The Idaho Budget Index examines appropriation bills on several fronts to add important context to lawmakers’ discussions as they are considered on the floor of the House and Senate. Among the issues we look at in drawing a conclusion about a budget:
Does the agency requesting these funds serve a proper role of government? Has wasteful or duplicative spending been identified within the agency, and if so, has that spending been eliminated or corrected? Does the budget examine existing spending to look for opportunities to contain spending, e.g., through a base reduction? If there is a maintenance budget, is that maintenance budget appropriate? Are the line items appropriate in type and size, and are they absolutely necessary for serving the public? Does the budget contemplate the addition of new employees or programs? Does the appropriation increase dependency on the federal government?
Our analysis is intended to provide lawmakers and their constituents with a frame of reference for conservative budgeting, by summarizing whether appropriation measures contain items that are sincerely objectionable or sincerely supportable.
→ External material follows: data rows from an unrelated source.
// The global steps of de-duplication as phases: exact-dups (one task), buckets (per partition of
// band buckets) and clusters (one task). Documents are numbered in input order across files
// (file by file, records in order), so every decision equals that of one stream through the stage.
import { closeSync, mkdtempSync, openSync, readSync, rmSync } from "node:fs";
import { mkdir, readFile, rename } from "node:fs/promises";
import { randomBytes } from "node:crypto";
import { join } from "node:path";
import { readEvents } from "../cache/record-events.js";
import { BandBuckets, MAX_DOCUMENTS } from "../dedup/buckets.js";
import { chooseKept, joinBucket } from "../dedup/clusters.js";
import { writeClusters } from "../dedup/cluster-file.js";
import { estimateJaccard } from "../dedup/signature.js";
import { UnionFind } from "../dedup/union-find.js";
import { round4 } from "../dedup/minhash-stage.js";
import type { MinhashOptions } from "../dedup/options.js";
import { resolveBands } from "../dedup/lsh-params.js";
import { SiftpackError } from "../errors.js";
import { bucketFile, docsFile, exactFile, sigFile } from "./collect.js";
import { decisionsFile, idFixer, type Decision, type TaskEnv } from "./unit-io.js";
import { writeAtomic } from "./workdir.js";
import { shareOf, type Phase } from "./plan.js";

/** The per-file phase that gathered for global phase `k`: the nearest per-file phase before it. */
export function collectingPhase(env: TaskEnv, k: number): Phase {
  let m = k - 1;
  while (!env.plan.phases[m].perFile) m--;
  return env.plan.phases[m];
}

async function writeDecisions(env: TaskEnv, byUnit: Map<number, Decision[]>, part?: number): Promise<void> {
  for (const unit of env.units) {
    const list = byUnit.get(unit.u) ?? [];
    await writeAtomic(decisionsFile(env.plan.workDir, env.phase.name, unit.u, part), list.map((d) => JSON.stringify(d) + "\n").join(""));
  }
}

/**
 * exact-dups, per partition of text hashes: the first record of every text in input order stays;
 * the others are dropped naming it. Equal texts share a hash and so a partition.
 */
export async function exactPhase(env: TaskEnv): Promise<void> {
  const from = collectingPhase(env, env.phase.index);
  const fix = idFixer(env);
  const { from: p0, to: p1 } = shareOf(env.index, env.phase.tasks, env.plan.tasks);
  for (let part = p0; part < p1; part++) {
    const first = new Map<bigint, string>();
    const byUnit = new Map<number, Decision[]>();
    let dropped = 0;
    for (const unit of env.units) {
      const list: Decision[] = [];
      for await (const e of readEvents(exactFile(env.plan.workDir, from.name, part, unit.u)) as AsyncIterable<unknown> as AsyncIterable<{ i: number; h: string; id: string }>) {
        const r = { id: e.id, seq: e.i };
        fix(unit.u, r);
        const h = BigInt(`0x${e.h}`);
        const of = first.get(h);
        if (of === undefined) first.set(h, r.id);
        else {
          list.push({ i: e.i, drop: { reason: "duplicate", detail: { of, xxh64: e.h } } });
          dropped++;
        }
      }
      if (list.length) byUnit.set(unit.u, list);
    }
    await writeDecisions(env, byUnit, part);
    env.log.info({ phase: env.phase.name, partition: part, texts: first.size, duplicates: dropped }, "exact duplicates chosen");
  }
}

/** Documents per file reaching the MinHash step, and where each file's numbering starts. */
function docOffsets(env: TaskEnv, from: Phase): { offset: Float64Array; total: number } {
  const offset = new Float64Array(env.units.length + 1);
  const counts = new Map<number, number>();
  for (const d of env.done.get(from.name) ?? []) for (const [u, f] of Object.entries(d.units)) counts.set(Number(u), f.records);
  for (const unit of env.units) offset[unit.u + 1] = offset[unit.u] + (counts.get(unit.u) ?? 0);
  const total = offset[env.units.length];
  if (total > MAX_DOCUMENTS) throw new SiftpackError("SP_STAGE", `dedup (minhash): more than ${MAX_DOCUMENTS} records reach this stage; split the input into several builds`);
  return { offset, total };
}

/** Random access to the signatures of documents numbered across files (positioned reads, one descriptor per file). */
class Signatures {
  private readonly fds = new Map<number, number>();
  constructor(
    private readonly env: TaskEnv,
    private readonly phase: string,
    private readonly offset: Float64Array,
    readonly k: number,
  ) {}

  private locate(d: number): { u: number; j: number } {
    let lo = 0;
    let hi = this.offset.length - 2;
    while (lo < hi) {
      const mid = (lo + hi + 1) >> 1;
      if (this.offset[mid] <= d) lo = mid;
      else hi = mid - 1;
    }
    return { u: lo, j: d - this.offset[lo] };
  }

  row(d: number, into: Uint32Array): Uint32Array {
    const { u, j } = this.locate(d);
    let fd = this.fds.get(u);
    if (fd === undefined) this.fds.set(u, (fd = openSync(sigFile(this.env.plan.workDir, this.phase, u), "r")));
    const bytes = new Uint8Array(into.buffer, into.byteOffset, into.byteLength);
    let got = 0;
    while (got < bytes.length) {
      const n = readSync(fd, bytes, got, bytes.length - got, j * this.k * 4 + got);
      if (n === 0) throw new Error(`dedup: signature file of input ${u} ends early`);
      got += n;
    }
    return into;
  }

  close(): void {
    for (const fd of this.fds.values()) closeSync(fd);
    this.fds.clear();
  }
}

export const edgesFile = (work: string, phase: string, part: number) => join(work, phase, "edges", `${String(part).padStart(5, "0")}.bin`);

/** buckets: for each partition of the task's share, the confirmed pairs of every shared bucket, as (a, b) uint32 pairs. */
export async function bucketsPhase(env: TaskEnv): Promise<{ compared: number; edges: number }> {
  const o = (env.phase.does as { entry: { options: MinhashOptions } }).entry.options;
  const from = collectingPhase(env, env.phase.index);
  const { offset, total } = docOffsets(env, from);
  const k = o.permutations;
  const sigs = new Signatures(env, from.name, offset, k);
  const a = new Uint32Array(k);
  const b = new Uint32Array(k);
  const { from: p0, to: p1 } = shareOf(env.index, env.phase.tasks, env.plan.tasks);
  let compared = 0;
  let edgeCount = 0;
  await mkdir(join(env.plan.workDir, env.phase.name), { recursive: true });
  const tmp = mkdtempSync(join(env.plan.workDir, env.phase.name, `.buckets-${env.index}-`));
  try {
    for (let part = p0; part < p1; part++) {
      const buckets = new BandBuckets(o.memory_mb * 2 ** 20 * 0.5, tmp);
      for (const unit of env.units) {
        const raw = await readFile(bucketFile(env.plan.workDir, from.name, part, unit.u));
        const w = new Uint32Array(raw.buffer, raw.byteOffset, raw.byteLength / 4);
        for (let x = 0; x < w.length; x += 4) buckets.add(w[x], w[x + 1], offset[w[x + 2]] + w[x + 3]);
      }
      const uf = new UnionFind(total);
      const edges: number[] = [];
      const similar = (d: number, e: number) => {
        const yes = estimateJaccard(sigs.row(d, a), 0, sigs.row(e, b), 0, k) >= o.threshold;
        if (yes) edges.push(d, e);
        return yes;
      };
      for (const group of buckets.groups()) compared += joinBucket(group, uf, similar);
      buckets.close();
      edgeCount += edges.length / 2;
      await writeAtomic(edgesFile(env.plan.workDir, env.phase.name, part), new Uint8Array(Uint32Array.from(edges).buffer));
    }
  } finally {
    sigs.close();
    rmSync(tmp, { recursive: true, force: true });
  }
  return { compared, edges: edgeCount };
}

/** clusters: joins every partition's pairs, keeps one record per cluster, writes clusters.jsonl and the per-file decisions. */
export async function clustersPhase(env: TaskEnv, count: (name: string, n?: number) => void): Promise<string> {
  const does = env.phase.does as { entry: { options: MinhashOptions }; ordinal: number };
  const o = does.entry.options;
  const buckets = env.plan.phases[env.phase.index - 1];
  const from = collectingPhase(env, env.phase.index);
  const { offset, total: n } = docOffsets(env, from);
  const fix = idFixer(env);
  const ids: string[] = new Array(n);
  const rows = new Int32Array(n);
  const unitOf = new Int32Array(n);
  const length = new Int32Array(n);
  const short = new Uint8Array(n);
  const rank = new Int32Array(n);
  const list = o.sources ?? [];
  for (const unit of env.units) {
    let d = offset[unit.u];
    const r = list.indexOf(unit.source.name);
    for await (const e of readEvents(docsFile(env.plan.workDir, from.name, unit.u)) as AsyncIterable<unknown> as AsyncIterable<{ i: number; id: string; len: number; short: number }>) {
      const rec = { id: e.id, seq: e.i };
      fix(unit.u, rec);
      ids[d] = rec.id;
      rows[d] = e.i;
      unitOf[d] = unit.u;
      length[d] = e.len;
      short[d] = e.short;
      rank[d] = r < 0 ? list.length : r;
      d++;
    }
  }
  const uf = new UnionFind(n);
  for (let part = 0; part < env.plan.tasks; part++) {
    const raw = await readFile(edgesFile(env.plan.workDir, buckets.name, part));
    const w = new Uint32Array(raw.buffer, raw.byteOffset, raw.byteLength / 4);
    for (let x = 0; x < w.length; x += 2) uf.union(w[x], w[x + 1]);
  }
  const kept = chooseKept(uf, o.keep, length, rank);
  const sigs = new Signatures(env, from.name, offset, o.permutations);
  const a = new Uint32Array(o.permutations);
  const b = new Uint32Array(o.permutations);
  const similarity = new Float32Array(n);
  for (let d = 0; d < n; d++) {
    const c = kept.keptOf[d];
    if (c >= 0) similarity[d] = c === d ? 1 : estimateJaccard(sigs.row(d, a), 0, sigs.row(c, b), 0, o.permutations);
  }
  sigs.close();
  const sourceOfDoc = (d: number) => env.units[unitOf[d]].source.name;
  const clusterId = (d: number) => `${sourceOfDoc(d)}/${ids[d]}`;
  const name = does.ordinal === 1 ? "clusters.jsonl" : `clusters-${does.ordinal}.jsonl`;
  const filesDir = join(env.plan.workDir, env.phase.name, "files");
  await mkdir(filesDir, { recursive: true });
  const tmp = join(filesDir, `.${name}.tmp-${randomBytes(4).toString("hex")}`);
  writeClusters(tmp, uf, kept.keptOf, { clusterId, source: sourceOfDoc, id: (d) => ids[d], similarity: (d) => similarity[d], short: (d) => short[d] === 1 });
  await rename(tmp, join(filesDir, name));
  const byUnit = new Map<number, Decision[]>();
  for (let d = 0; d < n; d++) {
    const c = kept.keptOf[d];
    if (c < 0 || (c === d && o.action !== "mark")) continue;
    const dec: Decision =
      o.action === "mark" ? { i: rows[d], cluster: clusterId(c) } : { i: rows[d], drop: { reason: "near-duplicate", detail: { of: ids[c], of_source: sourceOfDoc(c), similarity: round4(similarity[d]) } } };
    let l = byUnit.get(unitOf[d]);
    if (!l) byUnit.set(unitOf[d], (l = []));
    l.push(dec);
  }
  await writeDecisions(env, byUnit);
  count("dedup:near-duplicate-clusters", kept.clusters);
  count(o.action === "mark" ? "dedup:near-duplicates-marked" : "dedup:near-duplicates-dropped", kept.duplicates);
  const { bands, rows: r } = resolveBands(o);
  env.log.info({ stage: "dedup", method: "minhash", records: n, bands, rows: r, clusters: kept.clusters, near_duplicates: kept.duplicates, action: o.action }, "near-duplicate clusters found");
  return name;
}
OITS is the state’s IT data and networking hub. It was created less than a year ago with the view to consolidate information technology in the governor’s office, with House Bill 607.
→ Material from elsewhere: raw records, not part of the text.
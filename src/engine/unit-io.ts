// What every task needs: the input files (units) in build order, the plan's key, ids fixed across
// files, and reading / writing one unit's records between phases.
import { open, stat } from "node:fs/promises";
import { compressionOf } from "../sources/open.js";
import { join } from "node:path";
import { listFiles } from "../sources/source.js";
import type { LoadedPipeline } from "../pipeline/load.js";
import type { SourceConfig } from "../pipeline/config.js";
import { toolVersion } from "../output/manifest.js";
import { BuildCache } from "../cache/build-cache.js";
import { dropEvent, eventRecord, readEvents, recordEvent, type UnitEvent } from "../cache/record-events.js";
import { SiftpackError, describeSystemError } from "../errors.js";
import { copiesFor } from "./weights.js";
import type { DocRecord, Logger, StageContext } from "../types.js";
import type { Phase, PhasePlan } from "./plan.js";
import { AtomicStream, unitName, type TaskDone } from "./workdir.js";
import { crashPoint } from "../lib/crash-point.js";
import { repeatedLines } from "./lines-phase.js";

export interface Unit {
  u: number;
  source: SourceConfig;
  path: string;
  /** The whole file's size. */
  size: number;
  /** Set when the unit is a part of a large uncompressed JSONL file: bytes [start, end), cut after a newline. */
  range?: { start: number; end: number };
}

/**
 * Every unit of work in build order: sources in pipeline order, each source's files sorted by path,
 * and an uncompressed JSONL file larger than `cluster.unit_mb` cut into parts of about that size,
 * each ending after a newline. The cuts depend on the file and unit_mb only, never on the tasks.
 */
export async function unitsOf(p: LoadedPipeline): Promise<Unit[]> {
  const units: Unit[] = [];
  const unitBytes = Math.max(1, Math.round(p.config.cluster.unit_mb * 1e6));
  for (const source of p.config.sources) {
    for (const path of await listFiles(source, p.baseDir)) {
      const abs = join(p.baseDir, path);
      const { size } = await stat(abs).catch((err) => {
        throw new SiftpackError("SP_INPUT_MISSING", `source "${source.name}": cannot read ${path}: ${describeSystemError(err)}`, { cause: err });
      });
      if (source.format !== "jsonl" || compressionOf(path) !== "none" || size <= unitBytes) {
        units.push({ u: units.length, source, path, size });
        continue;
      }
      let start = 0;
      for (const end of await lineCuts(abs, size, unitBytes)) {
        units.push({ u: units.length, source, path, size, range: { start, end } });
        start = end;
      }
    }
  }
  return units;
}

/** Where the parts of a file end: just after the first newline at or past every multiple of `unitBytes`, and at the end. */
async function lineCuts(path: string, size: number, unitBytes: number): Promise<number[]> {
  const cuts: number[] = [];
  const fh = await open(path, "r");
  try {
    const buf = Buffer.allocUnsafe(1 << 16);
    let at = unitBytes;
    while (at < size) {
      let cut = size;
      for (let pos = at; pos < size; pos += buf.length) {
        const { bytesRead } = await fh.read(buf, 0, buf.length, pos);
        const nl = buf.subarray(0, bytesRead).indexOf(10);
        if (nl >= 0) {
          cut = pos + nl + 1;
          break;
        }
        if (bytesRead === 0) break;
      }
      if (cut >= size) break;
      cuts.push(cut);
      at = Math.max(cut, at + unitBytes);
    }
  } finally {
    await fh.close();
  }
  cuts.push(size);
  return cuts;
}

/** Names one plan: the pipeline, the inputs as listed (path and size), the tool and the task counts. */
export function planKey(p: LoadedPipeline, units: Unit[], plan: PhasePlan): string {
  return BuildCache.key({ siftpack: toolVersion(), pipeline: p.hash, units: units.map((u) => [u.source.name, u.path, u.size, u.range?.start ?? null]), phases: plan.phases.map((ph) => [ph.name, ph.tasks]) });
}

/** Everything a task knows about the build: its plan, the inputs, and the markers of the phases before it. */
export interface TaskEnv {
  p: LoadedPipeline;
  plan: PhasePlan;
  key: string;
  units: Unit[];
  phase: Phase;
  index: number;
  /** Markers of every earlier phase, by phase name. */
  done: Map<string, TaskDone[]>;
  log: Logger;
  threads: number;
}

/**
 * Default ids count rows across a source's files (`<source>:<n>`): the read phase numbers rows per
 * file, and every later reader adds the rows of the source's earlier files, known once read is done.
 */
const fixers = new WeakMap<TaskEnv, (u: number, r: { id: string; seq: number }) => void>();
const offsets = new WeakMap<TaskEnv, Int32Array>();

export function idFixer(env: TaskEnv): (u: number, r: { id: string; seq: number }) => void {
  let f = fixers.get(env);
  if (!f) fixers.set(env, (f = makeIdFixer(env)));
  return f;
}

function makeIdFixer(env: TaskEnv): (u: number, r: { id: string; seq: number }) => void {
  const rows = new Map<number, number>();
  for (const d of env.done.get("read") ?? []) for (const [u, f] of Object.entries(d.units)) rows.set(Number(u), f.rows ?? 0);
  const offset = new Int32Array(env.units.length);
  const bySource = new Map<string, number>();
  for (const unit of env.units) {
    const before = bySource.get(unit.source.name) ?? 0;
    offset[unit.u] = before;
    bySource.set(unit.source.name, before + (rows.get(unit.u) ?? 0));
  }
  return (u, r) => {
    const unit = env.units[u];
    if (unit.source.id === undefined) r.id = `${unit.source.name}:${offset[u] + r.seq + 1}`;
  };
}

/**
 * A part of a file numbers its lines from 1: later readers add the lines of the file's earlier
 * parts (known from the read phase's markers). Returns the offset per unit.
 */
export function lineOffsets(env: TaskEnv): Int32Array {
  let o = offsets.get(env);
  if (!o) offsets.set(env, (o = makeLineOffsets(env)));
  return o;
}

function makeLineOffsets(env: TaskEnv): Int32Array {
  const lines = new Map<number, number>();
  for (const d of env.done.get("read") ?? []) for (const [u, f] of Object.entries(d.units)) if (f.lines !== undefined) lines.set(Number(u), f.lines);
  const offset = new Int32Array(env.units.length);
  for (const unit of env.units) {
    if (!unit.range || unit.range.start === 0 || unit.u === 0) continue;
    offset[unit.u] = offset[unit.u - 1] + (lines.get(unit.u - 1) ?? 0);
  }
  return offset;
}

/** A decision of exact-dups or clusters about one row: drop it (reason, detail) or tag its cluster. */
export interface Decision {
  i: number;
  drop?: { reason: string; detail?: Record<string, unknown> };
  cluster?: string;
}

export const unitsFile = (work: string, phase: string, u: number) => join(work, phase, "units", `${unitName(u)}.jsonl`);
export const dropsFile = (work: string, phase: string, u: number) => join(work, phase, "drops", `${unitName(u)}.jsonl`);
/** Per file: the summaries of a pass's stages with `gather`, a JSON array by entry. */
export const summaryFile = (work: string, phase: string, u: number) => join(work, phase, "summaries", `${unitName(u)}.json`);
export const decisionsFile = (work: string, phase: string, u: number, part?: number) =>
  part === undefined ? join(work, phase, "decisions", `${unitName(u)}.jsonl`) : join(work, phase, "decisions", String(part).padStart(5, "0"), `${unitName(u)}.jsonl`);

const materializes = (ph: Phase) => ph.does.kind === "read" || ph.does.kind === "pass" || ph.does.kind === "whole";

/** The phase whose unit files hold the records as they stand before phase `k`, and the decisions made since. */
export function sourceOf(plan: PhasePlan, k: number): { from: Phase; decisions: Phase[] } {
  let m = k - 1;
  while (!materializes(plan.phases[m])) m--;
  return { from: plan.phases[m], decisions: plan.phases.slice(m + 1, k).filter((ph) => ph.does.kind === "exact" || ph.does.kind === "clusters" || ph.does.kind === "lines") };
}

/** A phase's decisions about unit u: exact-dups writes one file per partition, clusters one per file. */
async function loadDecisions(env: TaskEnv, phase: Phase, u: number): Promise<Map<number, Decision>> {
  const m = new Map<number, Decision>();
  const paths = phase.does.kind === "exact" ? Array.from({ length: env.plan.tasks }, (_, p) => decisionsFile(env.plan.workDir, phase.name, u, p)) : [decisionsFile(env.plan.workDir, phase.name, u)];
  for (const path of paths) for await (const d of readEvents(path) as AsyncIterable<unknown> as AsyncIterable<Decision>) m.set(d.i, d);
  return m;
}

/**
 * The records of unit `u` as they reach phase `k`: ids fixed, and the decisions since the last
 * unit files applied (drops reported through `drop`). Straight after the read phase, mixture
 * weights of 0 (records subsampled away) are applied here too, since they need the final id.
 */
export async function* recordsBefore(env: TaskEnv, k: number, u: number, drop: StageContext["drop"], count: StageContext["count"]): AsyncGenerator<DocRecord> {
  const { from, decisions } = sourceOf(env.plan, k);
  const fix = idFixer(env);
  const lines = decisions.find((d) => d.does.kind === "lines");
  const strip = lines ? await repeatedLines(env, lines) : undefined;
  const maps = await Promise.all(decisions.filter((d) => d !== lines).map((d) => loadDecisions(env, d, u)));
  const unit = env.units[u];
  const weight = unit.source.weight;
  const lineOffset = from.does.kind === "read" ? lineOffsets(env)[u] : 0;
  for await (const e of readEvents(unitsFile(env.plan.workDir, from.name, u))) {
    if (e.k !== "rec") continue;
    const r = eventRecord(e);
    fix(u, r);
    r.origin.line += lineOffset;
    if (from.does.kind === "read" && weight !== 1 && copiesFor(weight, `${r.source}\u0000${r.id}`, env.p.config.seed) === 0) {
      drop(r, "subsampled", { weight });
      continue;
    }
    let dropped = false;
    for (const m of maps) {
      const d = m.get(r.seq);
      if (!d) continue;
      if (d.drop) {
        drop(r, d.drop.reason, d.drop.detail);
        dropped = true;
        break;
      }
      if (d.cluster !== undefined) r.cluster = d.cluster;
    }
    if (dropped) continue;
    // Steps follow each other with a pass between them, so a lines decision is the only one here when present.
    if (strip && !strip(r, drop, count)) continue;
    yield r;
  }
}

/** One unit's output of a phase: its records and the drops the phase made, each file complete or absent. */
export class UnitOutput {
  records = 0;
  private constructor(
    private readonly units: AtomicStream,
    private readonly drops: AtomicStream,
  ) {}

  static async open(work: string, phase: string, u: number): Promise<UnitOutput> {
    return new UnitOutput(await AtomicStream.open(unitsFile(work, phase, u)), await AtomicStream.open(dropsFile(work, phase, u)));
  }

  async add(r: DocRecord): Promise<void> {
    crashPoint("unit-records");
    this.records++;
    await this.units.write(JSON.stringify(recordEvent(r)) + "\n");
  }

  /** Synchronous for stages; the stream buffers until the next `add`. */
  drop(r: DocRecord, reason: string, detail?: Record<string, unknown>): void {
    this.drops.out.write(JSON.stringify(dropEvent(r, reason, detail)) + "\n");
  }

  async commit(): Promise<void> {
    await this.units.commit();
    await this.drops.commit();
  }

  async abort(): Promise<void> {
    await this.units.abort();
    await this.drops.abort();
  }
}

export type { UnitEvent };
There are some risks with the consolidation of IT services if not properly executed and this adds another division to the Office of the Governor.
However, we believe it is a policy option that merits support. Among the benefits:
49 positions are being eliminated at various agencies with only 36 being added at OITS. Note that the SOP shows 35 positions but one was added earlier with an FY19 supplemental. So that is a net reduction of 13 FTP’s and approximately $900k saved annually.
Consolidation, should make the IT modernization go more smoothly and reduce the risk of cybersecurity data breaches. The IT modernization project is a five-year project.
Utah is saving over $1 million annually according to a National Association of State Chief Information Officer’s survey.
It is imperative that lawmakers have this agency document the savings and review them in upcoming sessions.